Top cybersecurity figures, such as ESET’s Global Security Advisor Jake Moore and Kevin Beaumont, Head of Security Operations Centre at Arcadia Group Ltd, believe that ACRO has suffered a ransomware attack.
The UK Criminal Records Office (ACRO) has experienced a cybersecurity incident that forced it to take down its customer portal, thereby disrupting several operations, including police certificate procurement processing, which is crucial to process visa applications.
ESET’s global security advisor, Jake Moore, suspects that the agency might have become a victim of a ransomware attack, adding that the attackers likely wanted to steal data. On the other hand, Kevin Beaumont, Head of the Security Operations Centre at Arcadia Group Ltd, also believes that the cyber attack on ACRO is a ransomware attack.
What is ACRO?
ACRO is the UK’s primary policing agency responsible for managing criminal records data and verifying those citizens who want to live or work abroad. The agency also exchanges these records with foreign governments for processing visa applications, as well as sharing information with British police and businesses.
The agency’s data input includes a decade’s worth of names, extended family details, and address histories. In addition, it includes new foreign addresses, passport information, legal representations, photos, data PIN cautions, convictions or charges, arrests, and reprimand-related information.
Furthermore, it checks individuals for cautions, prosecutions, and convictions, which is helpful to companies looking for employees and embassies processing visa applications.
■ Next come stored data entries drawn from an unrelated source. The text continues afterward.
/// Writes document rows: TSV in the view's layout, one JSON document
/// `{"documents": [...]}`, or a table of each document's listed topics (at
/// most the wide layout's columns) with shares and intervals to two decimals.
pub fn write_documents(
    out: &mut dyn Write,
    rows: &[DocumentRow],
    format: ListingFormat,
    view: &DocumentView,
) -> io::Result<()> {
    match format {
        ListingFormat::Tsv => {
            view.write_tsv_header(out)?;
            for row in rows {
                view.write_tsv_row(out, row)?;
            }
        }
        ListingFormat::Json => {
            let documents: Vec<serde_json::Value> = rows.iter().map(|row| view.json_value(row)).collect();
            serde_json::to_writer_pretty(&mut *out, &serde_json::json!({ "documents": documents }))?;
            writeln!(out)?;
        }
        ListingFormat::Table => {
            let width = rows
                .iter()
                .map(|row| tsv_field(&row.document).chars().count())
                .max()
                .unwrap_or(8)
                .clamp(8, 40);
            writeln!(
                out,
                "{:<width$}  largest topic shares [credible interval]",
                "document"
            )?;
            for row in rows {
                let topics: Vec<String> = if row.placed {
                    row.topics
                        .iter()
                        .take(view.slots)
                        .map(|t| {
                            let name = view
                                .names
                                .and_then(|names| names.get(t.topic))
                                .map(|name| format!(" ({})", tsv_field(name)))
                                .unwrap_or_default();
                            format!("{}{name}: {:.2} [{:.2}-{:.2}]", t.topic, t.share, t.low, t.high)
                        })
                        .collect()
                } else {
                    vec![UNPLACED.to_string()]
                };
                writeln!(
                    out,
                    "{:<width$}  {}",
                    tsv_field(&row.document),
                    topics.join("   ")
                )?;
            }
        }
    }
    Ok(())
}
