def test_ctrl_c_stops_a_fit_between_sweeps(tmp_path: Path) -> None:
    # Source: the issue ("Ctrl-C in a notebook stops a fit cleanly between
    # sweeps"): SIGINT during a long fit raises KeyboardInterrupt in the
    # fitting process, which carries on. The wait is a guard against a hang
    # (the fit asked for would take minutes), not a speed check.
    import signal

    script = tmp_path / "long_fit.py"
    script.write_text(
        "import sys, themata\n"
        f"corpus = themata.build_corpus(paths=[{str(DEMO)!r}], min_docs=3)\n"
        "def progress(done, total, log_likelihood):\n"
        "    if done == 1:\n"
        "        print('started', flush=True)\n"
        "try:\n"
        "    themata.fit(corpus, topics=10, iterations=200000, seed=1, progress=progress)\n"
        "except KeyboardInterrupt as stop:\n"
        "    print('stopped:', stop, flush=True)\n"
        "    print('still running', flush=True)\n"
        "    sys.exit(0)\n"
        "sys.exit(1)\n"
    )
    child = subprocess.Popen([sys.executable, str(script)], stdout=subprocess.PIPE, stderr=subprocess.PIPE, text=True)
    try:
        assert child.stdout is not None
        assert child.stdout.readline().strip() == "started"
        child.send_signal(signal.SIGINT)
        out, err = child.communicate(timeout=120)
    finally:
        if child.poll() is None:
            child.kill()
    assert child.returncode == 0, err
    assert "stopped: the fit was stopped after" in out and "of 200000 sweeps" in out
    assert "still running" in out


def test_new_documents_are_placed_and_scored_as_the_command_line_does(tmp_path: Path, demo_corpus: Path) -> None:
    # Source: the rule of one implementation — `Model.assign` and
    # `Model.perplexity` give what `themata assign` and `themata score
    # --heldout` print for the same model, texts and seed (17 significant
    # digits read back to the same float64, IEEE 754-2008 section 5.12.2).
    model = themata.fit(themata.load_corpus(demo_corpus), topics=4, iterations=40, seed=5)
    model.save(tmp_path / "model")
    records = [json.loads(line) for line in DEMO.read_text().splitlines()[-5:]]
    texts = [record["text"] for record in records] + ["qwertyx zxcvbq plokijuh"]
    (tmp_path / "new.jsonl").write_text(
        "".join(json.dumps({"id": str(index), "text": text}) + "\n" for index, text in enumerate(texts))
    )
    placed = model.assign(texts)
    rows = tsv(
        run_ok(
            "assign", "model", "new.jsonl", "--all-topics", "--format", "tsv", "--precision", "17", cwd=tmp_path
        ).stdout
    )
    # A document with no known word is listed once, as unplaced.
    unplaced = [row for row in rows if row["topic"] == "unplaced"]
    assert [row["document"] for row in unplaced] == ["5"]
    rows = [row for row in rows if row["topic"] != "unplaced"]
    assert len(rows) == 5 * 4
    for row in rows:
        document, topic = placed[int(row["document"])], int(row["topic"])
        for column in ("shares", "low", "high"):
            printed = float(row[column.rstrip("s")] if column == "shares" else row[column])
            assert abs(document[column][topic] - printed) <= 1e-15 * abs(printed), (row, column)
    for document in placed[:5]:
        # Source: theta rows are distributions (common practice), within
        # 1e-12 for a sum of 4 float64 terms.
        assert abs(document["shares"].sum() - 1.0) < 1e-12
    assert not placed[5]["placed"] and placed[5]["tokens"] == 0 and placed[5]["unknown_tokens"] == 3
    assert all(document["placed"] for document in placed[:5])

    (tmp_path / "heldout.jsonl").write_text(
        "".join(json.dumps({"id": str(index), "text": text}) + "\n" for index, text in enumerate(texts[:5]))
    )
    scored = json.loads(run_ok("score", "model", "--heldout", "heldout.jsonl", "--format", "json", cwd=tmp_path).stdout)
    ours = model.perplexity(texts[:5])
    # The command line prints six significant digits: equal within 1e-5.
    assert ours["heldout_perplexity"] == pytest.approx(scored["heldout_perplexity"], rel=1e-5)
    assert ours["tokens_scored"] == scored["tokens_scored"]
    html = model._repr_html_()
    assert "<table>" in html and "no basis for decisions" in html


def test_the_notebook_example_fits_the_demo_and_prints_its_topics() -> None:
    # Source: the notebook-style check (python/examples/notebook.py
    # fits the demo corpus with configs/demo.toml's options and prints the
    # topics). Its time is measured, not asserted (README, Python section).
    result = subprocess.run(
        [sys.executable, str(NOTEBOOK)], capture_output=True, text=True, check=False, cwd=REPO
    )
    assert result.returncode == 0, result.stderr
    lines = [line for line in result.stdout.splitlines() if line.startswith("topic ")]
    assert len(lines) == 10
    assert all(len(line.split(":", 1)[1].split(",")) == 8 for line in lines)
The information is extracted from the UK’s Police National Computer, as the agency has an agreement with the Cabinet Office.
ACRO Confirms Security Breach
ACRO was targeted by cybercriminals on January 17, 2023, and the compromise continued until March 21, 2023. The agency had been hinting at cybersecurity issues since January. On February 19th, it claimed a technical issue caused its website to go offline. Fifteen days later, ACRO stated that it couldn’t process police certificates properly.
On March 21st, the agency blamed essential website maintenance for the website outage and asked its customers to remain patient while it resolved technical issues.
During the two months, its website was impacted by the security breach, and user data was compromised. This week, ACRO sent an email to the affected people, stating that although there was no evidence of a data breach, the agency suspected some data, including identification and criminal conviction information, had been compromised.
Since its website is down, the agency has to process police certificate applications manually by email. ACRO stated that it is working with national agencies to probe the incident, revealing that as soon as it realized the security breach it took the customer portal offline.